Requirement: Lines to restate from the data below: from the one containing "unknown unit 'cmm';" to the one containing "unexpected '-' after", both included. Give them again exactly, and only them.

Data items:
package jonquil.units;

import static org.junit.jupiter.api.Assertions.assertEquals;
import static org.junit.jupiter.api.Assertions.assertInstanceOf;

import org.junit.jupiter.api.Test;
import org.junit.jupiter.params.ParameterizedTest;
import org.junit.jupiter.params.provider.CsvSource;

/** What an author reads when a unit is wrong: one plain sentence, never an exception. */
class UnitParserFailureTest {
  @ParameterizedTest(name = "{0}")
  @CsvSource(
      delimiter = '|',
      quoteCharacter = '"',
      value = {
        "mmm      | unknown unit 'mmm'; did you mean 'mm'?",
        "mw       | unknown unit 'mw'; did you mean 'mW'?",
        "hz       | unknown unit 'hz'; did you mean 'Hz'?",
        "nM       | unknown unit 'nM'; did you mean 'nm'?",
        "wavez    | unknown unit 'wavez'; did you mean 'wave'?",
        "xyzzy    | unknown unit 'xyzzy'",
        "cd       | unknown unit 'cd'; did you mean 'cm'?",
        "W/cmm2   | unknown unit 'cmm'; did you mean 'mm'?",
        "dB/m     | 'dB' cannot be combined with other units",
        "mW/dB    | 'dB' cannot be combined with other units",
        "OD*m     | 'OD' cannot be combined with other units",
        "%/nm     | '%' cannot be combined with other units",
        "ppm/K    | 'ppm' cannot be combined with other units",
        "/dB      | 'dB' cannot be combined with other units",
        "dB2      | 'dB' cannot be raised to a power",
        "°C/W     | '°C' cannot be combined with other units; use 'K' for temperature differences",
        "W/       | missing unit after '/' in 'W/'",
        "W/*m     | missing unit between two operators in 'W/*m'",
        "*W       | missing unit before '*' in '*W'",
        "m^       | missing whole-number exponent after '^' in 'm^'",
        "m^x      | missing whole-number exponent after '^' in 'm^x'",
        "m^0      | exponent '^0' in 'm^0' is zero, which cancels the unit",
        "m^13     | exponent '^13' in 'm^13' is out of range (at most 12)",
        "m99999999999 | exponent '99999999999' in 'm99999999999' is out of range (at most 12)",
        "m-1      | unexpected '-' after 'm' in 'm-1'; write a negative exponent as 'm^-1'",
        "W/cm2s   | unexpected 's' after 'cm2' in 'W/cm2s'; join units with '*' or '/'",
        "W!       | unexpected character '!' in 'W!'",
        "2W       | unexpected character '2' in '2W'",
        "Qm^12    | unit 'Qm^12' is too large to work with",
        "qm^-12   | unit 'qm^-12' is too large to work with",
      })
  void failsWithExactMessage(String text, String message) {
    UnitParse.Failure f = assertInstanceOf(UnitParse.Failure.class, UnitParser.parse(text));
    assertEquals(message, f.message());
  }

  @Test
  void emptyAndNullAreFailuresNotExceptions() {
    assertEquals(new UnitParse.Failure("no unit written"), UnitParser.parse(""));
    assertEquals(new UnitParse.Failure("no unit written"), UnitParser.parse("  "));
    assertEquals(new UnitParse.Failure("no unit written"), UnitParser.parse(null));
  }
}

Task output:
        "W/cmm2   | unknown unit 'cmm'; did you mean 'mm'?",
        "dB/m     | 'dB' cannot be combined with other units",
        "mW/dB    | 'dB' cannot be combined with other units",
        "OD*m     | 'OD' cannot be combined with other units",
        "%/nm     | '%' cannot be combined with other units",
        "ppm/K    | 'ppm' cannot be combined with other units",
        "/dB      | 'dB' cannot be combined with other units",
        "dB2      | 'dB' cannot be raised to a power",
        "°C/W     | '°C' cannot be combined with other units; use 'K' for temperature differences",
        "W/       | missing unit after '/' in 'W/'",
        "W/*m     | missing unit between two operators in 'W/*m'",
        "*W       | missing unit before '*' in '*W'",
        "m^       | missing whole-number exponent after '^' in 'm^'",
        "m^x      | missing whole-number exponent after '^' in 'm^x'",
        "m^0      | exponent '^0' in 'm^0' is zero, which cancels the unit",
        "m^13     | exponent '^13' in 'm^13' is out of range (at most 12)",
        "m99999999999 | exponent '99999999999' in 'm99999999999' is out of range (at most 12)",
        "m-1      | unexpected '-' after 'm' in 'm-1'; write a negative exponent as 'm^-1'",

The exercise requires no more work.